==== AVAILABLE DATA
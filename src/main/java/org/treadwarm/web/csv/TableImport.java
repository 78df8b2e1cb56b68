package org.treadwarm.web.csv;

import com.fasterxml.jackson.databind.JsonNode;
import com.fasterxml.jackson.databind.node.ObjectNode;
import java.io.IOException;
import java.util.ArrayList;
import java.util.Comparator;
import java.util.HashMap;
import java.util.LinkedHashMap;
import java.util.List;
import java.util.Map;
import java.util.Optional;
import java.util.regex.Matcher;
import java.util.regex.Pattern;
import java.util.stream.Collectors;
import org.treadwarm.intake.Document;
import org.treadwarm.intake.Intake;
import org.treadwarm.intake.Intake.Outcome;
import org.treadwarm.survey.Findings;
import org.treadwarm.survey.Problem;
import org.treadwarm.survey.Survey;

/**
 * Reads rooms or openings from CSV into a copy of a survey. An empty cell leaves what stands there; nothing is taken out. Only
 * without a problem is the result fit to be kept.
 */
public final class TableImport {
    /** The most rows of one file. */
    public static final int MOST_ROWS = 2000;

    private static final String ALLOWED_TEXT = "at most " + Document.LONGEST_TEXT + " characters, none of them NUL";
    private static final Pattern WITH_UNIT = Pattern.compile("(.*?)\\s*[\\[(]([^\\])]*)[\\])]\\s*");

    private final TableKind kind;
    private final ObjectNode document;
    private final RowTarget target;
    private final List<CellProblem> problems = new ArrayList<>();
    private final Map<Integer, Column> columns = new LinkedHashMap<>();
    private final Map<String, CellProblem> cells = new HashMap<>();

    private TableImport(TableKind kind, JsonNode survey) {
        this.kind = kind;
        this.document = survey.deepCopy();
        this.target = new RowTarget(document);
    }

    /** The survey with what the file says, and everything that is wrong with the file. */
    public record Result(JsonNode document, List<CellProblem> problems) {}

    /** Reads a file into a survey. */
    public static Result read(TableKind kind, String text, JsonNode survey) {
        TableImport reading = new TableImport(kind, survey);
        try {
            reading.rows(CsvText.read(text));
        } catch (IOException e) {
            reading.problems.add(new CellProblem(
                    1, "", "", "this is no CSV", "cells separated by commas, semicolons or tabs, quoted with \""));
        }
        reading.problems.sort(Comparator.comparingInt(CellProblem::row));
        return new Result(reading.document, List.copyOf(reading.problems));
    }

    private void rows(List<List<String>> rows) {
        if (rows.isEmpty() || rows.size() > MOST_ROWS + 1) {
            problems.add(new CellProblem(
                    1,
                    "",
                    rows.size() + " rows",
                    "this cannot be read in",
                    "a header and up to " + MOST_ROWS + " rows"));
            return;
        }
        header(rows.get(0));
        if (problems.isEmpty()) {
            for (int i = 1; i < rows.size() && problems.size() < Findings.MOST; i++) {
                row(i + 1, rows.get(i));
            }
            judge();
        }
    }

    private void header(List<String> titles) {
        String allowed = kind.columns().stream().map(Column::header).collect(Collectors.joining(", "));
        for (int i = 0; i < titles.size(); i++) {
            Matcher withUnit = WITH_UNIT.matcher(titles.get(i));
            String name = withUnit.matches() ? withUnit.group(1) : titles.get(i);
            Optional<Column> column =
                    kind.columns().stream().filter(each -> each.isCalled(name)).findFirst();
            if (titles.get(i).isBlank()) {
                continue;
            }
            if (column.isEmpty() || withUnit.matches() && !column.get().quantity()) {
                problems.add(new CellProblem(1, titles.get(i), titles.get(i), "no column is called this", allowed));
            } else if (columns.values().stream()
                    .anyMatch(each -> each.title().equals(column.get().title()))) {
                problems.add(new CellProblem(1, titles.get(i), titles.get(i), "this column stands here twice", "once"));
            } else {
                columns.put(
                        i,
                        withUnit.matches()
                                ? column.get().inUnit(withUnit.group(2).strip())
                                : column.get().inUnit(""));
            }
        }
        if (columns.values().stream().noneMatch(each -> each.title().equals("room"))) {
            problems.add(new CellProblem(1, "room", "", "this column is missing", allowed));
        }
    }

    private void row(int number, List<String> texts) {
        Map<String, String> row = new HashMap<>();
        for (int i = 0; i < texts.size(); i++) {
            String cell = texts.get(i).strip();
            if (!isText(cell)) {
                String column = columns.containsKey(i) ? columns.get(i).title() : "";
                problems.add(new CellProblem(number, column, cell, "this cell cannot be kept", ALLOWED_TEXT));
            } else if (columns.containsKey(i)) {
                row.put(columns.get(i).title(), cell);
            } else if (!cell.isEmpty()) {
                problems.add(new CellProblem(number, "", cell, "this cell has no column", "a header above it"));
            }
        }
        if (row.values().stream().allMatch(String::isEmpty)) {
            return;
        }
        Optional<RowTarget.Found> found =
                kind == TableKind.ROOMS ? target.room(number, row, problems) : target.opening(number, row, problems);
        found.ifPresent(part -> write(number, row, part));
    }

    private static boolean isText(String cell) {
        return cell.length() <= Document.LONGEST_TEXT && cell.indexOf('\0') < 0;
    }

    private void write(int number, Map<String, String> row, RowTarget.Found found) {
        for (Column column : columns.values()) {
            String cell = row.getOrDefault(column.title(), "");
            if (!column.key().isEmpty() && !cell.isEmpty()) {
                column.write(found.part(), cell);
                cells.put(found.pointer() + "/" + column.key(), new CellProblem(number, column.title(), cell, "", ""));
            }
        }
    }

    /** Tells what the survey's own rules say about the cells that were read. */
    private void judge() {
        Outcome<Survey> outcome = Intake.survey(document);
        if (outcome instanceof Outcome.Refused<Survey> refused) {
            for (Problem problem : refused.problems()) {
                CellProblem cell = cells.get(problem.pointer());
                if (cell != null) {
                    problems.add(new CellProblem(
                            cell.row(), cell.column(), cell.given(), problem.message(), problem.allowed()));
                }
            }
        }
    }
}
========
==== AVAILABLE DATA
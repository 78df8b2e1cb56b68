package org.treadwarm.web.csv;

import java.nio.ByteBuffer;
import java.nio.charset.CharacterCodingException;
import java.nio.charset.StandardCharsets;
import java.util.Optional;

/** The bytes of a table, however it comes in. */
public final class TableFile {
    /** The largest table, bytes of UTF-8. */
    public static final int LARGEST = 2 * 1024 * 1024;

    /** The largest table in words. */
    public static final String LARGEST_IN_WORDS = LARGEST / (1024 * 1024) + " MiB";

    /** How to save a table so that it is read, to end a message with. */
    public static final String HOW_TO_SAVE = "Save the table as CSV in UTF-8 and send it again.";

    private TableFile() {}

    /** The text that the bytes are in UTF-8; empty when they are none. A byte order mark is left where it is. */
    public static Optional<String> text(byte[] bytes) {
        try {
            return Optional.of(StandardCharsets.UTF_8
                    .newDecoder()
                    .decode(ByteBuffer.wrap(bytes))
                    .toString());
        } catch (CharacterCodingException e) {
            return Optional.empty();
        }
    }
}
========
==== AVAILABLE DATA
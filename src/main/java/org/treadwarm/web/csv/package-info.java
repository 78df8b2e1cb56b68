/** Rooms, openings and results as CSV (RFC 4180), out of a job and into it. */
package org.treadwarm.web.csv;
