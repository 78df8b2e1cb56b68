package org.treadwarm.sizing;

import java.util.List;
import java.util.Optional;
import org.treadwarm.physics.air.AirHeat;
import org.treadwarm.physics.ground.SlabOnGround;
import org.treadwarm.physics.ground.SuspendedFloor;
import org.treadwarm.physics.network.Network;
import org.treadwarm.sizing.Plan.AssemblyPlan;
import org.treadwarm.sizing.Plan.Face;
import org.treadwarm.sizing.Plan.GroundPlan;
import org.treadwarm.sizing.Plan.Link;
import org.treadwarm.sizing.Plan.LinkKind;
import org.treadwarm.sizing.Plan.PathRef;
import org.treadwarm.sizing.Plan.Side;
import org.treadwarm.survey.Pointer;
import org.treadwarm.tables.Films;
========
[AIM OF THE EXERCISE]
In the entries above, identify every line with the word "main". Copy those lines.

[TASK OUTPUT]
filename src/main/java/org/treadwarm/web/csv/TableImport.java
filename src/main/java/org/treadwarm/web/csv/package-info.java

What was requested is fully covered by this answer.